Processing Aggregation Results in the Client-Side


#1

Hello,

ElasticSearch currently has known limitations when using and manipulating aggregations.
For example:

Pipeline aggregations are run during the reduce phase after all other aggregations have already completed. For this reason, they cannot be used for ordering.

It means that we can't order our aggregations by Bucket_Script_Aggregation, which is quite useful and powerful in any other BI engine (such as Create.io).

I want to know what are the best-practices for making such "processing" in the client-side. Would you make the processing in the browser itself (should I be afraid of "big" json responses)? Would you make a proxy server which makes the processing for the browser (although it might hurts the client flexibility)?


(Zachary Tong) #2

Not sure there is a good answer here. Probably depends on the quantity of processing required, how big the responses are and if the results need to be shared.

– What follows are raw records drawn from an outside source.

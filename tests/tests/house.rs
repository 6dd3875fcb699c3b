//! The house of the project, enforced by reading it: who imports whom, where unsafe code may stand, what lies at the top.

use std::collections::BTreeSet;
use std::path::{Path, PathBuf};

use neap_tests::house::{HOUSE, TOP_LEVEL, has_word, imports, trespasses};
use neap_tests::top_level;

fn sources(folder: &Path) -> Vec<PathBuf> {
    let mut out = Vec::new();
    for entry in std::fs::read_dir(folder).unwrap_or_else(|cause| panic!("{}: {cause}", folder.display())) {
        let path = entry.expect("an entry").path();
        if path.is_dir() {
            out.extend(sources(&path));
        } else if path.extension().is_some_and(|extension| extension == "rs") {
            out.push(path);
        }
    }
    out.sort();
    out
}

/// The path of a file's module below the crate's root.
fn home(file: &Path, root: &Path) -> Vec<String> {
    let below = file.strip_prefix(root).expect("it lies below the root").with_extension("");
    let mut parts: Vec<String> = below.iter().map(|part| part.to_string_lossy().into_owned()).collect();
    if parts.last().is_some_and(|last| last == "mod" || last == "lib" || last == "main") {
        parts.pop();
    }
    parts
}

fn read(file: &Path) -> String {
    std::fs::read_to_string(file).unwrap_or_else(|cause| panic!("{}: {cause}", file.display()))
}

#[test]
fn modules_import_only_from_those_above_them() {
    let root = top_level().join("engine/src");
    let mut wrong = String::new();
    let mut seen = BTreeSet::new();
    for file in sources(&root) {
        let home = home(&file, &root);
        let home: Vec<&str> = home.iter().map(String::as_str).collect();
        let Some(module) = home.first() else {
            assert_eq!(imports(&read(&file), &home), Vec::<String>::new(), "lib.rs only declares");
            continue;
        };
        seen.insert((*module).to_owned());
        wrong += &trespasses(&read(&file), &home);
    }
    assert!(wrong.is_empty(), "{wrong}");
    let house: BTreeSet<String> = HOUSE.iter().flat_map(|row| row.iter()).map(|name| (*name).to_owned()).collect();
    assert_eq!(seen, house, "every module of the house is there, and no other");
}

#[test]
fn modules_are_declared_in_the_order_of_the_house() {
    let root = read(&top_level().join("engine/src/lib.rs"));
    let row_of = |name: &str| HOUSE.iter().position(|row| row.contains(&name)).expect("a module of the house");
    let rows: Vec<usize> = root
        .lines()
        .filter_map(|line| line.strip_prefix("pub mod "))
        .map(|rest| row_of(rest.trim_end_matches(';')))
        .collect();
    assert!(rows.is_sorted(), "lib.rs declares rows {rows:?}");
}

#[test]
fn mathematics_imports_nothing_of_the_house() {
    let root = top_level().join("engine/src");
    for file in sources(&root.join("math")) {
        let home = home(&file, &root);
        let home: Vec<&str> = home.iter().map(String::as_str).collect();
        let imports: Vec<String> = imports(&read(&file), &home).into_iter().filter(|name| name != "math").collect();
        assert!(imports.is_empty(), "{} imports {imports:?}", file.display());
    }
}

#[test]
fn unsafe_code_stands_in_the_kernels_only() {
    let top = top_level();
    let kernel = top.join("engine/src/math/kernel");
    for folder in ["engine", "cli", "tests"] {
        for file in sources(&top.join(folder)) {
            if !file.starts_with(&kernel) {
                assert!(!has_word(&read(&file), "unsafe"), "{} has unsafe code", file.display());
            }
        }
    }
}

#[test]
fn the_engine_has_no_terminal_no_pool_and_no_handler() {
    let top = top_level();
    let manifest = read(&top.join("engine/Cargo.toml"));
    let dependencies = manifest.split("[dev-dependencies]").next().expect("a first part");
    for name in ["annotate-snippets", "clap", "ctrlc", "indicatif"] {
        assert!(!dependencies.contains(name), "the engine depends on {name}");
    }
    for file in sources(&top.join("engine/src")) {
        let text = read(&file);
        for word in ["println", "eprintln", "stdout", "stderr"] {
            assert!(!has_word(&text, word), "{} names {word}", file.display());
        }
    }
}

#[test]
fn the_command_line_imports_the_engine_and_no_other_member() {
    let manifest = read(&top_level().join("cli/Cargo.toml"));
    let members: Vec<&str> = manifest.lines().filter(|line| line.starts_with("neap")).collect();
    assert_eq!(members, ["neap-engine.workspace = true"]);
}

/// Names that `.gitignore` lists at the top level are left out: a run leaves its folder where it was started.
#[test]
fn the_top_level_holds_only_what_the_house_has() {
    let ignored = read(&top_level().join(".gitignore"));
    let ignored: Vec<&str> = ignored.lines().map(|line| line.trim_matches('/')).collect();
    let matches = |name: &str, pattern: &str| match pattern.strip_prefix('*') {
        Some(end) => name.ends_with(end),
        None => name == pattern,
    };
    for entry in std::fs::read_dir(top_level()).expect("the top level can be read") {
        let name = entry.expect("an entry").file_name().to_string_lossy().into_owned();
        let known = TOP_LEVEL.contains(&name.as_str()) || name.starts_with('.');
        assert!(known || ignored.iter().any(|pattern| matches(&name, pattern)), "`{name}` at the top level");
    }
}

/// The pages that people read name what there is.
#[test]
fn the_pages_name_every_module_table_and_column() {
    let developers = read(&top_level().join("DEVELOPERS.md"));
    for module in HOUSE.iter().flat_map(|row| row.iter()) {
        assert!(developers.contains(&format!("\n| `{module}` |")), "DEVELOPERS.md says nothing of {module}");
    }
    let readme = read(&top_level().join("README.md"));
    for table in neap_engine::tables::TABLES {
        let start = format!("| `{}` |", table.file);
        let line = readme.lines().find(|line| line.starts_with(&start));
        let line = line.unwrap_or_else(|| panic!("README.md says nothing of {}", table.file));
        for column in table.columns {
            // Errors and bounds of shares are described together.
            let stem = ["_se", "_mc_lower", "_mc_upper"].iter().find_map(|end| column.name.strip_suffix(end));
            let name = stem.filter(|_| table.file == "shares.parquet").unwrap_or(column.name);
            assert!(line.contains(name), "README.md: {} has a column {}", table.file, column.name);
        }
    }
    for command in ["cargo run --release -- run scenarios/first-arm.toml", "cargo test --workspace --release"] {
        assert!(readme.contains(command));
    }
    for caution in neap_engine::tables::CAUTIONS {
        assert!(readme.replace('`', "").contains(caution), "README.md lacks: {caution}");
    }
}

/// The checks above can fail: each of these trespasses is found.
#[test]
fn a_trespass_is_found() {
    let found = |text: &str, home: &[&str]| !trespasses(text, home).is_empty();
    assert!(found("use crate::run::Results;", &["plan"]));
    assert!(found("use crate::{math::exp, summary::Ranks};", &["kinetics", "step"]));
    assert!(found("fn f() -> crate::scenario::Role { loop {} }", &["math", "exp"]));
    assert!(found("use super::super::run;", &["plan", "memory"]));
    assert!(found("use super::run;", &["plan"]));
    assert!(found("mod tests { use super::super::super::run::Watch; }", &["plan", "memory"]));
    assert!(found("use crate::cli;", &["tables"]));
    assert!(found("use crate::*;", &["tables"]));
    assert!(found("", &["drafts"]));

    assert!(!found("use crate::{math::{exp, ln}, quantity::Exact};", &["scenario"]));
    assert!(!found("use super::super::Plan;", &["plan", "a", "b"]));
    assert!(!found("mod tests { use super::super::wilson; }", &["summary", "ranks"]));
    assert!(!found("// use crate::run;\n/* crate::run /* */ crate::run */ const A: &str = \"crate::run\";", &["math"]));
    assert!(!found("const A: &str = r#\"\"crate::run\"\"#; const B: char = '\"'; const C: char = '\\'';", &["math"]));
    assert!(!found("use crate::diagnostic::Fault;", &["plan"]));
}

#[test]
fn the_word_unsafe_is_found_in_code_only() {
    assert!(has_word("fn f() { unsafe { g() } }", "unsafe"));
    assert!(!has_word("// unsafe\n#[expect(unsafe_code)] const A: &str = \"unsafe\";", "unsafe"));
}

#[test]
fn imports_are_found_in_every_form() {
    let text = "use crate::{a, b::{c, d as e}, f::*}; fn g<'x>(h: &'x crate::i::J) -> crate::k { 'y' }";
    assert_eq!(imports(text, &["run"]), ["a", "b", "f", "i", "k"]);
}
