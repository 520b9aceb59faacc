import { describe, expect, it } from "vitest";
import { settingsProfileSchema } from "./profile";
import { MAX_BLOCKS } from "./profile-bounds";
import { EXAMPLE_PROFILE, exampleProfile } from "./profile.fixture";

function faultPaths(profile: unknown): string[] {
  const result = settingsProfileSchema.safeParse(profile);
  return result.success ? [] : result.error.issues.map(({ path }) => path.join("."));
}

describe("the stored profile", () => {
  it("takes the example as it is", () => {
    expect(settingsProfileSchema.parse(EXAMPLE_PROFILE)).toEqual(EXAMPLE_PROFILE);
  });

  it("ignores what does not belong to it", () => {
    expect(settingsProfileSchema.parse({ ...EXAMPLE_PROFILE, approvedBy: "somebody" })).toEqual(EXAMPLE_PROFILE);
  });

  it.each([
    ["no block", [], "basal.0.startMinute"],
    ["a first block that is late", [{ startMinute: 60, milliUnitsPerHour: 500 }], "basal.0.startMinute"],
    [
      "a block twice",
      [
        { startMinute: 0, milliUnitsPerHour: 500 },
        { startMinute: 60, milliUnitsPerHour: 500 },
        { startMinute: 60, milliUnitsPerHour: 550 },
      ],
      "basal.2.startMinute",
    ],
    [
      "blocks out of order",
      [
        { startMinute: 0, milliUnitsPerHour: 500 },
        { startMinute: 600, milliUnitsPerHour: 500 },
        { startMinute: 60, milliUnitsPerHour: 550 },
      ],
      "basal.2.startMinute",
    ],
    ["a start at midnight again", [{ startMinute: 0, milliUnitsPerHour: 1 }, { startMinute: 1440, milliUnitsPerHour: 1 }], "basal.1.startMinute"],
    ["a rate below zero", [{ startMinute: 0, milliUnitsPerHour: -1 }], "basal.0.milliUnitsPerHour"],
    ["a rate that is not whole", [{ startMinute: 0, milliUnitsPerHour: 0.5 }], "basal.0.milliUnitsPerHour"],
    ["a rate beyond any pump", [{ startMinute: 0, milliUnitsPerHour: 35_001 }], "basal.0.milliUnitsPerHour"],
  ])("refuses %s and names the place", (_what, basal, path) => {
    expect(faultPaths(exampleProfile({ basal }))).toContain(path);
  });

  it("takes 48 blocks and no more", () => {
    const blocks = (count: number) =>
      Array.from({ length: count }, (_, i) => ({ startMinute: i * 20, milliUnitsPerHour: 500 }));
    expect(faultPaths(exampleProfile({ basal: blocks(MAX_BLOCKS) }))).toEqual([]);
    expect(faultPaths(exampleProfile({ basal: blocks(MAX_BLOCKS + 1) }))).toEqual(["basal"]);
  });

  it("takes a rate of zero, and a target that is one number", () => {
    expect(faultPaths(exampleProfile({ basal: [{ startMinute: 0, milliUnitsPerHour: 0 }] }))).toEqual([]);
    expect(faultPaths(exampleProfile({ target: [{ startMinute: 0, lowMgDl: 120, highMgDl: 120 }] }))).toEqual([]);
  });

  it.each([
    [{ target: [{ startMinute: 0, lowMgDl: 131, highMgDl: 130 }] }, "target.0.highMgDl"],
    [{ target: [{ startMinute: 0, lowMgDl: 59, highMgDl: 130 }] }, "target.0.lowMgDl"],
    [{ carbRatio: [{ startMinute: 0, milligramsPerUnit: 0 }] }, "carbRatio.0.milligramsPerUnit"],
    [{ sensitivity: [{ startMinute: 0, microMgDlPerUnit: 0 }] }, "sensitivity.0.microMgDlPerUnit"],
    [{ durationOfActionMinutes: 59 }, "durationOfActionMinutes"],
    [{ durationOfActionMinutes: 721 }, "durationOfActionMinutes"],
    [
      { limits: { maxBasalMilliUnitsPerHour: -1, maxBolusMilliUnits: null, maxInsulinOnBoardMilliUnits: null } },
      "limits.maxBasalMilliUnitsPerHour",
    ],
  ])("refuses %j", (parts, path) => {
    expect(faultPaths(exampleProfile(parts))).toEqual([path]);
  });

  it("refuses a label that is used twice, an empty one, and a value of another kind", () => {
    const twice = [
      { label: "mode", kind: "switch" as const, value: true },
      { label: "mode", kind: "text" as const, value: "plain" },
    ];
    expect(faultPaths(exampleProfile({ features: twice }))).toEqual(["features.1.label"]);
    expect(faultPaths({ ...EXAMPLE_PROFILE, features: [{ label: " ", kind: "text", value: "" }] })).toEqual([
      "features.0.label",
    ]);
    expect(faultPaths({ ...EXAMPLE_PROFILE, features: [{ label: "mode", kind: "switch", value: 1 }] })).toEqual([
      "features.0.value",
    ]);
  });
});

Browsers are surprisingly capable when it comes to crunching large amounts of JSON. I wrote the Search Profiler UI for xpack, and have used it before to crunch/display profile responses that are several megabytes in size. So browsers can definitely handle big payloads, especially if the processing is relatively straightforward like sorting.

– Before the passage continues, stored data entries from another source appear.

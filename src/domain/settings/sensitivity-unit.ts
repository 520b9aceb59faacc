import { MGDL_PER_MMOL, type GlucoseUnit } from "@/domain/units";

const MICRO = 1_000_000;

/**
 * A sensitivity factor as typed, in its stored integer unit. The nearest
 * millionth of a mg/dL per U: exact for anything typed to 0.000001 mg/dL or
 * 0.01 mmol/L.
 */
export function microMgDlPerUnitFrom(value: number, unit: GlucoseUnit): number {
  return Math.round(unit === "mg/dL" ? value * MICRO : value * (MGDL_PER_MMOL * MICRO));
}

/** The stored sensitivity factor in the reader's unit, unrounded; rounding belongs to display. */
export function sensitivityIn(microMgDlPerUnit: number, unit: GlucoseUnit): number {
  return unit === "mg/dL" ? microMgDlPerUnit / MICRO : microMgDlPerUnit / (MGDL_PER_MMOL * MICRO);
}
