import { evaluateFormula, type Formula, type FormulaInputs } from "./formula";
import type { Fraction } from "./fraction";
import type { Provenance } from "./provenance";

/**
 * What a published rule may need. Doses in U a day, weight in kilograms or
 * pounds, carb ratio in g/U.
 */
export type MethodInput =
  | "weightKg"
  | "weightPounds"
  | "injectionsDailyDose"
  | "pumpDailyDose"
  | "totalDailyDose"
  | "basalDailyDose"
  | "carbRatio";

export type MethodSetting = "totalDailyDose" | "basal" | "carbRatio" | "sensitivity" | "durationOfAction";

/** Whom the source speaks about. A rule is shown only to the people it was written for. */
export type MethodPopulation = "adult" | "child" | "pregnancy" | "type-2" | "regular-insulin";

/**
 * One published rule, as data. The value comes out in U/day (total daily dose,
 * basal), g/U (carb ratio), mg/dL per U (sensitivity) or minutes (duration).
 */
export type Method = Readonly<{
  id: string;
  setting: MethodSetting;
  label: string;
  formula: Formula<MethodInput>;
  population: MethodPopulation;
  source: string;
  provenance: Provenance;
}>;

/**
 * Work a published rule out, exactly and unrounded.
 *
 * @returns `null` when an input the rule needs is not known
 */
export function evaluateMethod(method: Method, inputs: FormulaInputs<MethodInput>): Fraction | null {
  return evaluateFormula(method.formula, inputs);
}

/** A row of a table of rules: id, label, formula, population, source, provenance. */
export type MethodRow = readonly [
  id: string,
  label: string,
  formula: Formula<MethodInput>,
  population: MethodPopulation,
  source: string,
  provenance: Provenance,
];

/** The rules of one setting from the rows of their table. */
export function methodTable(setting: MethodSetting, rows: ReadonlyArray<MethodRow>): Method[] {
  return rows.map(([id, label, formula, population, source, provenance]) => ({
    id,
    setting,
    label,
    formula,
    population,
    source,
    provenance,
  }));
}
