import { changeDirection } from "./change-direction";
import type { ChangeReason } from "./change-reason";
import type { GuardrailFacts, Spoken } from "./guardrail-facts";
import type { GuardrailLimits } from "./guardrail-table";

/** Reasons that rest on something other than a pattern of days. */
const REASONS_WITHOUT_PATTERN: ReadonlyArray<ChangeReason> = [
  "undo",
  "typing-error",
  "educator-said",
  "device-update",
  "illness-plan",
];

/** Going back, or putting a slip right, is one act however many settings it touches. */
const REASONS_FOR_SEVERAL_FAMILIES: ReadonlyArray<ChangeReason> = ["undo", "typing-error", "device-update"];

function tooSoon({ difference, lastChanged }: GuardrailFacts, { restHours }: GuardrailLimits): Spoken[] {
  return difference.families.flatMap((family) => {
    const last = lastChanged[family];
    const direction = changeDirection(difference, family);
    if (!last || last.hours >= restHours || (direction !== "stronger" && direction !== "mixed")) return [];
    const values = { version: last.versionNumber, hours: Math.floor(last.hours) };
    return [{ code: "too-soon", severity: "asks", values }];
  });
}

/**
 * The guardrails about one thing at a time, waiting, and the days a change rests
 * on. The wait is broken by weakening or by an educator only (settings.md 3.3).
 */
export function timingGuardrails(facts: GuardrailFacts, limits: GuardrailLimits): Spoken[] {
  const { difference, reason, evidenceDays, flaggedEvidenceDays } = facts;
  const isAboutLows =
    changeDirection(difference) === "weaker" || reason === "pattern-low" || reason === "severe-low";
  const neededDays = isAboutLows ? limits.evidenceDaysForLows : limits.evidenceDays;
  const isOnEducatorsWord = facts.isByEducator || reason === "educator-said";

  const spoken: Spoken[] = [];
  if (difference.families.length > 1 && !REASONS_FOR_SEVERAL_FAMILIES.includes(reason)) {
    spoken.push({ code: "one-family", severity: "asks" });
  }
  if (!isOnEducatorsWord) spoken.push(...tooSoon(facts, limits));
  if (evidenceDays < neededDays && !facts.isByEducator && !REASONS_WITHOUT_PATTERN.includes(reason)) {
    spoken.push({ code: "no-pattern", severity: "asks" });
  }
  if (flaggedEvidenceDays > 0) {
    spoken.push({ code: "flagged-days", severity: "informs", values: { days: flaggedEvidenceDays } });
  }
  return spoken;
}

But a dedicating "processor" might be a good idea too, because it would allow you to use a potentially more optimized language, cache results, etc.

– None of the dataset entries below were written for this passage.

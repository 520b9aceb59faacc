import fc from "fast-check";
import { describe, expect, it, vi } from "vitest";
import { EARLY_MORNING_SHAPE, FLAT_SHAPE, spreadDailyBasal } from "./basal-shape";
import { exactDailyBasalMilliUnits } from "./basal-total";
import { compare, fractionOf, times } from "./fraction";
import { scheduleFault } from "./schedule";

vi.setConfig({ testTimeout: 60_000 });

describe("spreading a day's basal insulin", () => {
  it.each([
    [12, 50, 500],
    [14, 50, 550],
    [14, 25, 575],
    [14, 1, 583],
    [13.1, 50, 500],
    [13.2, 50, 550],
  ])("%s U flat on a step of %s mU/h is %s mU/h", (units, step, expected) => {
    expect(spreadDailyBasal(fractionOf(units), FLAT_SHAPE, step)).toEqual([
      { startMinute: 0, milliUnitsPerHour: expected },
    ]);
  });

  it("brings the published three blocks back to 24 hours: 24.2 U there are 24.2 U here", () => {
    // h = 1 U/h: as printed 4 x 0.8 + 5 x 1.2 + 15 x 1 = 24.2 U (settings.md 1.4, computed there).
    const blocks = spreadDailyBasal(fractionOf(24.2), EARLY_MORNING_SHAPE.shape, 1);
    expect(blocks).toEqual([
      { startMinute: 0, milliUnitsPerHour: 800 },
      { startMinute: 240, milliUnitsPerHour: 1200 },
      { startMinute: 540, milliUnitsPerHour: 1000 },
    ]);
    expect(exactDailyBasalMilliUnits(blocks)).toEqual(fractionOf(24_200));
  });

  it("refuses a step of zero", () => {
    expect(() => spreadDailyBasal(fractionOf(12), FLAT_SHAPE, 0)).toThrow(
      expect.objectContaining({ code: "INVALID_RANGE" }),
    );
  });

  it("covers the day and never sums to more than what was spread", () => {
    const shape = fc
      .tuple(fc.uniqueArray(fc.integer({ min: 1, max: 1439 }), { maxLength: 6 }), fc.array(fc.integer({ min: 1, max: 20 }), { minLength: 7, maxLength: 7 }))
      .map(([cuts, weights]) =>
        [0, ...cuts.toSorted((a, b) => a - b)].map((startMinute, i) => ({ startMinute, weight: (weights[i] ?? 1) / 10 })),
      );
    const dailyMilliUnits = fc.integer({ min: 1000, max: 60_000 });
    fc.assert(
      fc.property(shape, dailyMilliUnits, fc.constantFrom(1, 5, 10, 25, 50, 100), (weights, milliUnits, step) => {
        const daily = fractionOf(milliUnits / 1000);
        const blocks = spreadDailyBasal(daily, weights, step);
        expect(scheduleFault(blocks)).toBeNull();
        expect(blocks.every(({ milliUnitsPerHour }) => milliUnitsPerHour % step === 0)).toBe(true);
        expect(compare(exactDailyBasalMilliUnits(blocks), times(daily, fractionOf(1000)))).toBeLessThanOrEqual(0);
      }),
      { numRuns: 10_000 },
    );
  });
});
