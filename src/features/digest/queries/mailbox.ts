import "server-only";
import { z } from "zod";
import { authorize } from "@/domain/access/policy";
import { AppError } from "@/domain/errors";
import { env } from "@/env";
import type { Context } from "@/lib/context";

const letterSchema = z.object({
  id: z.string(),
  receivedAt: z.string(),
  to: z.array(z.string()),
  subject: z.string(),
  text: z.string(),
  html: z.string(),
  headers: z.record(z.string(), z.string()),
});
export type Letter = z.infer<typeof letterSchema>;

const LETTERS_AT_MOST = 100;
const LOOPBACK = /^http:\/\/(127\.0\.0\.1|localhost)(:\d+)?(\/|$)/;

/**
 * The letters that the local mail service kept, newest first: a demo's stand-in
 * for everybody's mailbox. There is no such page anywhere else.
 *
 * @throws {AppError} NOT_FOUND outside a local demo; UNAVAILABLE when the mail service does not answer
 */
export async function mailbox(ctx: Context): Promise<Letter[]> {
  authorize(ctx.actor, "mailbox.read");
  const { resendBaseUrl, isDemo, isLoopback } = env;
  if (!isDemo || !isLoopback || !resendBaseUrl || !LOOPBACK.test(resendBaseUrl)) throw new AppError("NOT_FOUND", "no local mailbox");
  try {
    const answer = await fetch(`${resendBaseUrl}/mailbox`, { cache: "no-store", signal: AbortSignal.timeout(3000) });
    return z.array(letterSchema).parse(await answer.json()).slice(0, LETTERS_AT_MOST);
  } catch {
    throw new AppError("UNAVAILABLE", "the local mail service did not answer");
  }
}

As an aside, we may revisit pipelines at some point in the future. A lot of the technical limitations that were in place when they were first built have since been removed. So we may be able to open pipelines up a bit more to allow for things like sorting, global pathing, etc.


#3

@polyfractal, thanks for the information above!

For the record, our biggest query request about 20,000 buckets from terms aggregation, where each bucket has a sub-bucket containing a numeric aggregation such has value_count aggregation or sum aggregation. In addition, i'm making another request like this in parallel with different parameters (different date range for example).

By the way, i'm making only aggregations - so I always put size:0 to avoid retrieving hits / source. I believe the requests which return hits probably got bigger size. If you say that handling several megabytes size requests is fine, i'm good.

My initial plan was the make a proxy between the browser to ElasticSearch, that would handle the request for the client, and when the response arrives compress it (gzip) or even sort it for the client. What do you think?


(system) #5

This topic was automatically closed 28 days after the last reply. New replies are no longer allowed.